Start of Supplied records

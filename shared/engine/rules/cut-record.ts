import { LowestGrid } from '../geometry/lowest-grid';
import type { Span } from '../geometry/span';
import type { MachineState, Motion } from '../interpreter/events';
import type { CutMemory } from './rule';
import type { Material } from '../shop/material';
import type { Shop } from '../shop/shop';
import { tipDrop } from '../shop/work-frames';

/** A cutter thinner than this is remembered as this wide, as is one whose size is not known (mm). */
const THIN_CUTTER = 1;

/**
 * What a walk remembers of where it has cut: only how low, on a coarse grid over the table. It tells a
 * rapid through whole stock from one through space that was cut before; it does not say that
 * nothing is left standing there.
 */
export interface CutRecord {
  /** Remembers a feed motion with the spindle turning in stock; any other motion is ignored. */
  record(motion: Motion, state: MachineState): void;
  /** Whether this part of the path has been cut that low before, all over the tool's width. */
  isCut(motion: Motion, state: MachineState, part: Span): boolean;
}

export function openCutRecord(shop: Shop, material: Material, cuts: CutMemory): CutRecord {
  const { x, y } = shop.setup.machine.travel;
  const grid = new LowestGrid(x[0], y[0], x[1], y[1]);
  const radius = (state: MachineState) => (state.held.tool?.diameter ?? THIN_CUTTER) / 2;
  if (!cuts.isKept)
    return {
      record() {
        // Not in this walk.
      },
      isCut() {
        cuts.want();
        return false;
      },
    };
  return {
    record(motion, state) {
      // Where a motion is only known within bounds, nothing is known to be cut.
      if (motion.endUnknown || state.turning === 'off') return;
      const region = material.regionFor(state);
      if (!region || !(motion.minZ < region.maxZ)) return;
      grid.press(motion, radius(state), tipDrop(state));
    },
    isCut: (motion, state, part) =>
      grid.isSwept(motion, part, { radius: radius(state), drop: tipDrop(state) }, (px, py) =>
        material.isOver(px, py, state),
      ),
  };
}
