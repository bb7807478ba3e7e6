import type { Motion } from '../interpreter/events';
import { isProgramMotion } from './mode-not-stated';
import { text } from './finding-data';
import { defineRule } from './rule';

/** Cutting with whatever happens to be in the spindle. */
export const cutBeforeChange = defineRule({
  id: 'cut-before-change',
  group: 'tools',
  title: 'The program cuts before it has called a tool',
  severity: 'hold',
  hold: 'look',
  protects: 'The work from being cut with the tool that happens to be in the spindle.',
  explanation:
    'A feed move before the first change, while the loading does not say which tool the spindle holds. Where it does, the program may count on that tool and this is silent. A program that names a tool but never fetches it has another fault, which has its own rule.',
  examples: {
    setup: { loading: { inSpindle: 'unknown' } },
    bad: 'G21 G90 G54\nS18000 M3\nG1 X10 F1000\nM30',
    good: 'G21 G90 G54\nT1 M6\nS18000 M3\nG1 X10 F1000\nM30',
  },
  word: (data) => ({
    message:
      text(data, 'held') === 'nothing'
        ? 'The program cuts without having called a tool, and the loading says that the spindle is empty.'
        : 'The program cuts without having called a tool, and the loading does not say which one the spindle holds.',
    advice:
      'Call the tool at the head of the program, or look what is in the spindle and record it.',
  }),
  observe: (_shop, report) => {
    let isDone = false;
    return {
      quiet({ feed }) {
        if (!isDone) feed.close();
      },
      motion(motion, state) {
        if (isDone || !cuts(motion)) return;
        isDone = true;
        if (state.changed || state.selectedTool !== null) return;
        const { held } = state;
        if (held.known && held.number !== 0) return;
        const data = { held: held.known ? 'nothing' : 'unknown' };
        report.found({ cause: '', at: state.place({ letters: 'none' }), data }, state);
      },
    };
  },
});

function cuts(motion: Motion): boolean {
  return (
    (motion.kind === 'feed' || motion.kind === 'arc') && motion.moves && isProgramMotion(motion)
  );
}
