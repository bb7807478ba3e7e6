import type { Rule } from './rule';

/** Every rule, alphabetical within its group; one import line and one entry line a rule. */
export const RULES: readonly Rule[] = [];
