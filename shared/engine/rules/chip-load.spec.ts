import { expect, test } from 'vitest';
import { checkRule } from '../testing/check-rule';
import { chipLoad } from './chip-load';

const band = (change: object = {}) => ({
  policy: { chipLoad: [{ kind: 'end-mill', from: 0.08, to: 0.25, ...change }] },
});
const START = 'G21 G90 G17 G54\nT1 M6\nS18000 M3\nG43 H1\nG0 X50 Y50 Z5\nG1 Z-5 F500';

// 3600 mm/min over 18 000 rev/min and 2 edges is 0.1 mm; 7620 is 0.2117 mm (handbook formula F = n z f).
test('notes a feed per tooth below and above the band', () => {
  checkRule(
    chipLoad,
    band(),
    `
${START}
G1 X100 F1800
        ^^^^^ chip-load (note): T1 (10 mm end mill) cuts with 0.05 mm (0.002 in) a tooth; the shop’s band is 0.08 mm (0.0031 in) to 0.25 mm (0.0098 in).
G1 Y100 F10800
        ^^^^^^ chip-load (note): T1 (10 mm end mill) cuts with 0.3 mm (0.0118 in) a tooth; the shop’s band is 0.08 mm (0.0031 in) to 0.25 mm (0.0098 in).
M30
`,
  );
});

test('takes the band of the material before the one for any', () => {
  const found = checkRule(
    chipLoad,
    {
      policy: {
        chipLoad: [
          { kind: 'end-mill', from: 0.01, to: 1 },
          { kind: 'end-mill', material: 'birch plywood', from: 0.15, to: 0.25 },
        ],
      },
    },
    `
${START}
G1 X100 F3600
        ^^^^^ chip-load
M30
`,
  );
  expect(found[0]?.data).toMatchObject({ load: 0.1, from: 0.15 });
});

test('allows what lies in the band, plunges, ramps, air moves, other kinds and other material', () => {
  checkRule(
    chipLoad,
    band(),
    `\n${START}\nG1 X100 F3600\nG1 X150 Z-6 F600\nG0 Z5\nG1 X60 F600\nM30\n`,
  );
  checkRule(chipLoad, band({ kind: 'ball' }), `\n${START}\nG1 X100\nM30\n`);
  checkRule(chipLoad, band({ material: 'acrylic' }), `\n${START}\nG1 X100\nM30\n`);
  checkRule(chipLoad, {}, `\n${START}\nG1 X100\nM30\n`);
});
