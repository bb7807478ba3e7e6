import { placeProgramZero } from './program-zero';
import type { Run } from './run';

const MOST_SAVED = 32;

export function saveState(run: Run): void {
  const { machine, saved } = run;
  if (saved.length >= MOST_SAVED) saved.shift();
  saved.push({
    unit: machine.unit,
    planeIndex: machine.planeIndex,
    isAbsolute: machine.isAbsolute,
    isArcCentreAbsolute: machine.isArcCentreAbsolute,
    feedMode: machine.feedMode,
    path: machine.path,
    returnTo: machine.returnTo,
    workOffset: machine.workOffset,
    speed: machine.speed,
    feed: machine.feed,
  });
}

export function restoreState(run: Run): void {
  const state = run.saved.pop();
  if (!state) return;
  Object.assign(run.machine, state);
  placeProgramZero(run);
}
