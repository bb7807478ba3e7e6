import { figure, text } from './finding-data';
import { reportProblem } from './report-problem';
import { defineRule } from './rule';

/** Cutter compensation that cannot be started, ended or followed as written. */
export const compensationEntry = defineRule({
  id: 'compensation-entry',
  group: 'state',
  title: 'Cutter compensation starts, ends or turns where it cannot',
  severity: 'stop',
  protects: 'The work from a gouge at the lead-in, and the run from an alarm.',
  explanation:
    'Compensation is switched by a straight move longer than the compensation value; an inside corner or arc must be wider than it (NISTIR 6556, appendix B). The value taken is the one of the offset table.',
  examples: {
    bad: 'G21 G90 G54 G17\nT2 M6\nG0 X0 Y0\nG41 D2\nG1 X1 F1000\nX50\nG40\nM30',
    good: 'G21 G90 G54 G17\nT2 M6\nG0 X0 Y0\nG41 D2\nG1 X10 F1000\nX50\nG40\nM30',
  },
  word: (data, lengths) => ({
    message: describe(data, lengths.length),
    advice:
      'Lengthen the lead-in or lead-out, straight and clear of the work, or use a smaller cutter.',
  }),
  observe: (_shop, report) => reportProblem(report, 'compensation-entry'),
});

function describe(data: Parameters<typeof text>[0], length: (mm: number) => string): string {
  const by = length(figure(data, 'radius'));
  switch (text(data, 'reason')) {
    case 'arc':
      return 'Cutter compensation is switched on an arc.';
    case 'no-move':
      return 'Cutter compensation is switched off without a move that leads out.';
    case 'short':
      return `The move that switches compensation is ${length(figure(data, 'length'))} long, shorter than the compensation of ${by}.`;
    case 'corner':
      return `An inside corner is tighter than the compensation of ${by}.`;
    default:
      return 'Cutter compensation cannot be followed as written here.';
  }
}
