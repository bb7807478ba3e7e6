import type { Run } from './run';

/** What the spindle holds from now on: 0 nothing, null not known. */
export function hold(run: Pick<Run, 'machine' | 'shop'>, number: number | null): void {
  const { held } = run.machine;
  held.known = number !== null;
  held.number = number;
  held.tool = number === null ? undefined : run.shop.toolByNumber.get(number);
}
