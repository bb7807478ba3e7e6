import { text } from './finding-data';
import { reportProblem } from './report-problem';
import { defineRule } from './rule';

/** One letter twice in a block: which of the two counts differs from controller to controller. */
export const repeatedWord = defineRule({
  id: 'repeated-word',
  group: 'reading',
  title: 'The same letter twice in one block',
  severity: 'stop',
  protects: 'The move from going to the one of two places that was not meant.',
  explanation:
    'Only G and M words may stand more than once in a block (NISTIR 6556, 3.2.5). Some controllers refuse the block, some take the first word, some the last. This check goes on with the last.',
  examples: { bad: 'G21 G90 G54\nG0 X10 X20\nM30', good: 'G21 G90 G54\nG0 X10 Y20\nM30' },
  word: (data) => ({
    message: `The letter ${text(data, 'letter')} stands more than once in this block (${text(data, 'what')}).`,
    advice: 'Keep the word that is meant and take the other out.',
  }),
  observe: (_shop, report) =>
    reportProblem(report, 'repeated-word', (facts) => text(facts, 'letter')),
});
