import type { Tool } from '../shop/setup';
import { figure, toolWords } from './finding-data';
import { exampleTool } from './example-parts';
import { defineRule } from './rule';

/** The spindle is started with something in it that must stand still. */
export const mustNotTurn = defineRule({
  id: 'must-not-turn',
  group: 'tools',
  title: 'The spindle is started with a tool that must not turn',
  severity: 'stop',
  protects: 'Whoever stands near from a probe or a knife thrown out at speed.',
  explanation:
    'Probes, knives and whatever the tool list says never turns. A start at speed zero turns nothing; a speed given later with M3 still on does.',
  examples: {
    setup: {
      tools: [exampleTool(1, { kind: 'knife', turns: 'never' }), exampleTool(2)],
    },
    bad: 'G21 G90 G54\nT1 M6\nS18000 M3\nM30',
    good: 'G21 G90 G54\nT2 M6\nS18000 M3\nT1 M6\nS0 M3\nM30',
  },
  word: (data) => ({
    message: `The spindle is started at ${figure(data, 'speed')} rev/min with ${toolWords(data)} in it, which must not turn.`,
    advice: 'Take the spindle start out of this part of the program.',
  }),
  observe: (_shop, report) => ({
    spindle({ turning, speed, place }, state) {
      const { tool } = state.held;
      if (turning === 'off' || speed === 0 || !tool || !neverTurns(tool)) return;
      const data = { tool: tool.number, name: tool.name, speed };
      report.found({ cause: `T${tool.number}`, at: place, data }, state);
    },
  }),
});

function neverTurns({ turns, kind }: Tool): boolean {
  return turns === 'never' || /^(probe|knife)$/i.test(kind.trim());
}
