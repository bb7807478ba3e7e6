import { text } from './finding-data';
import { isProgramMotion, reportUnstated } from './mode-not-stated';
import { defineRule } from './rule';

/** The program moves before it says in which unit. */
export const unitsNotStated = defineRule({
  id: 'units-not-stated',
  group: 'state',
  title: 'Units are not stated before the first move',
  severity: 'hold',
  hold: 'judge',
  protects: 'The machine from moves 25.4 times too long or too short.',
  explanation:
    'Neither G20 nor G21 stands before the first move in program coordinates. The end code does not put units back (NISTIR 6556, 3.6.1), so what holds is what the last program, or a person at the panel, left. The check goes on with what the controller description names. Moves in machine coordinates and home moves before the unit word are not counted.',
  examples: { bad: 'G90 G54\nG0 X10 Y10\nM30', good: 'G90 G54\nG21\nG0 X10 Y10\nM30' },
  word: (data) => ({
    message: `The program moves without having stated its units; this controller would take ${text(data, 'units') === 'inch' ? 'inches' : 'millimetres'} if nothing changed it.`,
    advice: 'Write G21 (millimetres) or G20 (inches) at the head of the program.',
  }),
  observe: (_shop, report) =>
    reportUnstated(report, 'units', isProgramMotion, (state) => ({
      data: { units: state.units },
    })),
});
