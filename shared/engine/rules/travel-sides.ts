import { ownGreatest, ownLeast } from '../geometry/path';
import type { Motion } from '../interpreter/events';
import type { Interval, Machine } from '../shop/setup';
import type { LengthWords } from './rule';

/** The ends of travel as a person at the machine calls them: X right, Y away from the operator, Z up. */
export type TravelAxis = 'x' | 'y' | 'z' | 'a';
export type TravelSide = 'low' | 'high';

const SIDE_WORDS: Readonly<Record<TravelAxis, Readonly<Record<TravelSide, string>>>> = {
  x: { low: 'left-hand', high: 'right-hand' },
  y: { low: 'front', high: 'back' },
  z: { low: 'lower', high: 'upper' },
  a: { low: 'lower', high: 'upper' },
};
/** Where work zero has to go to bring a move back from an end of travel. */
const AWAY_WORDS: Readonly<Record<'x' | 'y' | 'z', Readonly<Record<TravelSide, string>>>> = {
  x: { low: 'right', high: 'left' },
  y: { low: 'away from the operator', high: 'towards the operator' },
  z: { low: 'up', high: 'down' },
};

export function sideWord(axis: string, side: string): string {
  return SIDE_WORDS[axis as TravelAxis]?.[side as TravelSide] ?? side;
}
export function awayWord(axis: string, side: string): string {
  return AWAY_WORDS[axis as 'x' | 'y' | 'z']?.[side as TravelSide] ?? '';
}

/** A limit, which nobody measures, in one unit: millimetres where both are given. */
export function oneLength(lengths: LengthWords, mm: number): string {
  return lengths.length(mm).split(' (')[0] ?? '';
}

export interface Reach {
  readonly axis: TravelAxis;
  readonly side: TravelSide;
  readonly at: number;
  readonly limit: number;
}

/**
 * The farthest places that a motion itself goes to, on each axis it moves: its end, and what an arc
 * bulges past its start. Where it starts is the doing of the motion before. An axis whose work offset
 * has no value yet stands nowhere in particular and is left out.
 */
export function visitReaches(
  motion: Motion,
  travel: Machine['travel'],
  isUnset: { readonly x: boolean; readonly y: boolean; readonly z: boolean },
  visit: (reach: Reach) => void,
): void {
  if (!isUnset.x)
    visitAxis('x', motion.fromX, motion.toX, motion.minX, motion.maxX, travel.x, visit);
  if (!isUnset.y)
    visitAxis('y', motion.fromY, motion.toY, motion.minY, motion.maxY, travel.y, visit);
  if (!isUnset.z)
    visitAxis('z', motion.fromZ, motion.toZ, motion.minZ, motion.maxZ, travel.z, visit);
  if (travel.a && motion.fromA !== motion.toA) {
    visit({ axis: 'a', side: 'low', at: motion.toA, limit: travel.a[0] });
    visit({ axis: 'a', side: 'high', at: motion.toA, limit: travel.a[1] });
  }
}

function visitAxis(
  axis: 'x' | 'y' | 'z',
  from: number,
  to: number,
  least: number,
  greatest: number,
  limits: Interval,
  visit: (reach: Reach) => void,
): void {
  // NaN differs from itself, so a position that is no number is looked at too.
  if (from === to && least === from && greatest === from) return;
  visit({ axis, side: 'low', at: ownLeast(from, to, least), limit: limits[0] });
  visit({ axis, side: 'high', at: ownGreatest(from, to, greatest), limit: limits[1] });
}
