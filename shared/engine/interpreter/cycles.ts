import { LETTER } from '../blocks/block';
import { codeName } from '../blocks/code-groups';
import { depthLetter, readCycleWords } from './cycle-words';
import type { Motion } from './events';
import { moveStraight, standAt } from './motions';
import { refuse, type Run } from './run';

/**
 * Motions that one block may make; more is a slip of the pen (L or Q), and following it would take
 * unbounded time.
 */
const MOST_PARTS = 20_000;

/**
 * Carries out one block of a canned cycle (NISTIR 6556 3.5.16): every part of it is a motion of its own.
 * `u`, `v` and `w` are the axes of the selected plane and its depth axis.
 */
export function drill(run: Run, code: number, feed: number): void {
  const { machine, cycle } = run;
  if (refuseCombination(run, code)) return;
  const start = depthOf(run);
  const repeats = readCycleWords(run, code, start);
  if (repeats === 0) return;
  const { isAbsolute } = machine;
  const zero = depthBase(run);
  const retract = cycle.retract + (isAbsolute ? zero : start);
  const depth = cycle.depth + (isAbsolute ? zero : retract);
  if (!(depth <= retract))
    return refuse(
      run,
      'cycle-plane',
      { letters: 'R' },
      {
        code: codeName('G', code),
        retract: retract - zero,
        depth: depth - zero,
        by: depth - retract,
      },
    );
  const pecks = cycle.peck > 0 ? (retract - depth) / cycle.peck : 1;
  if (!(repeats * (pecks + 2) <= MOST_PARTS)) return refuseParts(run, code);
  if (start < retract) toDepth(run, retract, 'rapid', NaN);
  const clear = clearLevel(run, Math.max(start, retract), retract);
  for (let repeat = 0; repeat < repeats; repeat++) {
    overHole(run, repeat);
    if (depthOf(run) !== retract) toDepth(run, retract, 'rapid', NaN);
    drillHole(run, { code, retract, depth, clear, feed });
  }
}

/** What the published language forbids a cycle beside itself. */
function refuseCombination(run: Run, code: number): boolean {
  const { machine, block } = run;
  const what = codeName('G', code);
  let other = '';
  if (machine.compensation !== 'off') other = machine.compensation === 'left' ? 'G41' : 'G42';
  else if (machine.feedMode === 'inverse-time') other = 'G93';
  else if (block.has(LETTER.A)) other = 'A';
  if (other === '') return false;
  refuse(run, 'modal-conflict', { code: what }, { reason: 'in-cycle', what, other });
  return true;
}

function refuseParts(run: Run, code: number): void {
  refuse(
    run,
    'out-of-range-word',
    { letters: 'QL' },
    {
      letter: run.block.has(LETTER.Q) ? 'Q' : 'L',
      what: codeName('G', code),
      value: MOST_PARTS,
      needs: 'fewer-parts',
    },
  );
}

function clearLevel(run: Run, level: number, retract: number): number {
  if (run.machine.returnTo === 'G99') return retract;
  if (run.controller.switches.cycleReturn === 'line' || run.dialect.isStrict) return level;
  return Math.max(run.cycle.seriesLevel, retract);
}

interface Hole {
  readonly code: number;
  readonly retract: number;
  readonly depth: number;
  readonly clear: number;
  readonly feed: number;
}

function drillHole(run: Run, hole: Hole): void {
  const { depth, clear, feed, code } = hole;
  switch (code) {
    case 730:
    case 830:
      return peck(run, hole);
    case 870:
      return boreBackwards(run, hole);
    case 840:
    case 850:
    case 890:
      toDepth(run, depth, 'feed', feed);
      if (code === 890) dwell(run);
      return toDepth(run, clear, 'feed', feed);
    case 880:
      // The operator draws the tool out by hand; from here it stands at the clear level.
      toDepth(run, depth, 'feed', feed);
      dwell(run);
      run.tell.stop({ code: 'M0', place: run.machine.place({ code: 'G88' }) });
      return standAtDepth(run, clear);
    default:
      toDepth(run, depth, 'feed', feed);
      if (code === 820 || code === 860) dwell(run);
      return inHole(run, clear);
  }
}

/** G83 lifts to the clear level after every peck, G73 only backs off. */
function peck(run: Run, { code, retract, depth, clear, feed }: Hole): void {
  const { cycle, controller } = run;
  const backOff = controller.switches.peckBackOff;
  let level = retract - cycle.peck;
  for (; level > depth; level -= cycle.peck) {
    toDepth(run, level, 'feed', feed);
    if (code === 730) inHole(run, Math.min(level + backOff, retract));
    else {
      inHole(run, clear);
      inHole(run, Math.min(level + backOff, retract));
    }
  }
  toDepth(run, depth, 'feed', feed);
  inHole(run, clear);
}

function boreBackwards(run: Run, { depth, clear, feed }: Hole): void {
  const { cycle, machine } = run;
  const [u, v] = planePosition(run);
  const back = cycle.back + (machine.isAbsolute ? depthBase(run) : depth);
  overPoint(run, u + cycle.shiftU, v + cycle.shiftV);
  inHole(run, depth);
  overPoint(run, u, v);
  toDepth(run, back, 'feed', feed);
  toDepth(run, depth, 'feed', feed);
  overPoint(run, u + cycle.shiftU, v + cycle.shiftV);
  inHole(run, clear);
  overPoint(run, u, v);
}

function dwell(run: Run): void {
  const { cycle, controller } = run;
  if (Number.isNaN(cycle.dwell)) return;
  const seconds = controller.dwell === 'milliseconds' ? cycle.dwell / 1000 : cycle.dwell;
  run.tell.dwell({ seconds, by: 'cycle' });
}

/** A rapid that runs at least partly inside the hole that this cycle is drilling. */
function inHole(run: Run, level: number): void {
  run.motion.inHole = true;
  toDepth(run, level, 'rapid', NaN);
  run.motion.inHole = false;
}

function depthOf({ machine }: Run): number {
  const index = machine.planeIndex;
  return index === 0 ? machine.z : index === 1 ? machine.y : machine.x;
}
function depthBase({ machine }: Run): number {
  const index = machine.planeIndex;
  return index === 0 ? machine.baseZ : index === 1 ? machine.baseY : machine.baseX;
}
function planePosition({ machine }: Run): readonly [number, number] {
  const index = machine.planeIndex;
  if (index === 0) return [machine.x, machine.y];
  return index === 1 ? [machine.z, machine.x] : [machine.y, machine.z];
}

function toDepth(run: Run, level: number, kind: Motion['kind'], feed: number): void {
  const { target, machine } = run;
  standTarget(run);
  if (machine.planeIndex === 0) target.z = level;
  else if (machine.planeIndex === 1) target.y = level;
  else target.x = level;
  moveStraight(run, kind, 'cycle', target, feed);
}

function standAtDepth(run: Run, level: number): void {
  const { target, machine } = run;
  standTarget(run);
  if (machine.planeIndex === 0) target.z = level;
  else if (machine.planeIndex === 1) target.y = level;
  else target.x = level;
  standAt(run, target);
}

function overPoint(run: Run, u: number, v: number): void {
  const { target, machine } = run;
  standTarget(run);
  if (machine.planeIndex === 0) {
    target.x = u;
    target.y = v;
  } else if (machine.planeIndex === 1) {
    target.z = u;
    target.x = v;
  } else {
    target.y = u;
    target.z = v;
  }
  moveStraight(run, 'rapid', 'cycle', target, NaN);
}

/** To the hole that the block names; in G91 every repeat goes on by the same increments. */
function overHole(run: Run, repeat: number): void {
  const { block, machine, target } = run;
  const { isAbsolute, unit, planeIndex } = machine;
  if (isAbsolute && repeat > 0) return;
  standTarget(run);
  const depth = depthLetter(planeIndex);
  const axis = (letter: number, from: number, base: number) =>
    letter !== depth && block.has(letter)
      ? block.value(letter) * unit + (isAbsolute ? base : from)
      : from;
  target.x = axis(LETTER.X, machine.x, machine.baseX);
  target.y = axis(LETTER.Y, machine.y, machine.baseY);
  target.z = axis(LETTER.Z, machine.z, machine.baseZ);
  moveStraight(run, 'rapid', 'cycle', target, NaN);
}

function standTarget({ target, machine }: Run): void {
  target.x = machine.x;
  target.y = machine.y;
  target.z = machine.z;
  target.a = machine.a;
}

export const isCycle = (code: number): boolean => code === 730 || (810 <= code && code <= 890);
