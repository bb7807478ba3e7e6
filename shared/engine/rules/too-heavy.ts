import { figure, toolWords } from './finding-data';
import { exampleRack, exampleTool } from './example-parts';
import { defineRule } from './rule';
import { watchToolsHandled } from './watch-tools-handled';

/** A tool heavier than its pocket is made for. */
export const tooHeavy = defineRule({
  id: 'too-heavy',
  group: 'tools',
  title: 'The tool is too heavy for its pocket',
  severity: 'hold',
  hold: 'look',
  protects: 'The fork from bending, and the holder from dropping out of it.',
  explanation:
    'Judged only where both the tool’s mass with its holder and the pocket’s heaviest load are entered.',
  examples: {
    setup: {
      ...exampleRack({ heaviest: 1.2 }),
      tools: [exampleTool(1, { mass: 1.5 }), exampleTool(2, { mass: 0.9 })],
    },
    bad: 'G21 G90 G54\nT1 M6\nM30',
    good: 'G21 G90 G54\nT2 M6\nM30',
  },
  word: (data) => ({
    message: `${toolWords(data)} weighs ${figure(data, 'mass')} kg with its holder; pocket ${figure(data, 'pocket')} takes ${figure(data, 'heaviest')} kg.`,
    advice: `Move T${figure(data, 'tool')} to a pocket made for its weight, or look how the fork bears it.`,
  }),
  observe: (shop, report) =>
    watchToolsHandled(shop, ({ tool, place, pockets }, state) => {
      const { number, name, mass } = tool;
      for (const each of pockets) {
        const heaviest = shop.pocketByNumber.get(each)?.heaviest;
        if (mass === undefined || heaviest === undefined || mass <= heaviest) continue;
        const by = mass - heaviest;
        const data = { tool: number, name, pocket: each, mass, heaviest };
        report.found({ cause: `T${number} ${each}`, by, at: place, tool: number, data }, state);
      }
    }),
});
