import { reportProblem } from './report-problem';
import { defineRule } from './rule';

/** M6 with no T before it. */
export const changeWithoutTool = defineRule({
  id: 'change-without-tool',
  group: 'tools',
  title: 'A tool change without a tool number',
  severity: 'stop',
  protects: 'The work from whatever tool the program before had chosen.',
  explanation:
    'No T stands before this M6, so the controller changes to the tool chosen last, by another program or by hand, or raises an alarm.',
  examples: { bad: 'G21 G90 G54\nM6\nM30', good: 'G21 G90 G54\nT1\nM6\nM30' },
  word: () => ({
    message: 'M6 changes the tool, but the program has not chosen one.',
    advice: 'Write the tool number before M6, or in its block.',
  }),
  observe: (_shop, report) => reportProblem(report, 'change-without-tool', () => ''),
});
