import { writeFileSync } from 'node:fs';
import { fileURLToPath } from 'node:url';
import { RULES } from './catalogue';
import { ruleReference } from './reference';

/** `npm run rules:docs`: writes the rule reference beside the rules. */
writeFileSync(fileURLToPath(new URL('README.md', import.meta.url)), ruleReference(RULES));
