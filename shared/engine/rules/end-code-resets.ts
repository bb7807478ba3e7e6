import type { ProgramEndEvent } from '../interpreter/events';
import type { Controller } from '../shop/setup';

/**
 * Whether the end code puts the modes back: distance, feed mode, compensation, plane, work offset, the
 * motion mode and shifts. In the published language M2 and M30 do (NISTIR 6556, 3.6.1); on macro-style
 * controllers it depends on parameters nobody sees here, so nothing is taken for granted.
 */
export function endCodeResets(
  controller: Pick<Controller, 'language'>,
  code: ProgramEndEvent['code'],
): boolean {
  return controller.language === 'rs274ngc' && (code === 'M2' || code === 'M30');
}

/** Whether what this controller starts with is what every program leaves: its end code puts it back. */
export function startStateIsSure(controller: Pick<Controller, 'language'>): boolean {
  return endCodeResets(controller, 'M30');
}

End of Supplied records

Problem description —
Look above for the line that contains "its depth axis.". Starting there, transcribe every line exactly until you have copied the line that contains "const pecks = cycle.peck".

Exercise result —
 * `u`, `v` and `w` are the axes of the selected plane and its depth axis.
 */
export function drill(run: Run, code: number, feed: number): void {
  const { machine, cycle } = run;
  if (refuseCombination(run, code)) return;
  const start = depthOf(run);
  const repeats = readCycleWords(run, code, start);
  if (repeats === 0) return;
  const { isAbsolute } = machine;
  const zero = depthBase(run);
  const retract = cycle.retract + (isAbsolute ? zero : start);
  const depth = cycle.depth + (isAbsolute ? zero : retract);
  if (!(depth <= retract))
    return refuse(
      run,
      'cycle-plane',
      { letters: 'R' },
      {
        code: codeName('G', code),
        retract: retract - zero,
        depth: depth - zero,
        by: depth - retract,
      },
    );
  const pecks = cycle.peck > 0 ? (retract - depth) / cycle.peck : 1;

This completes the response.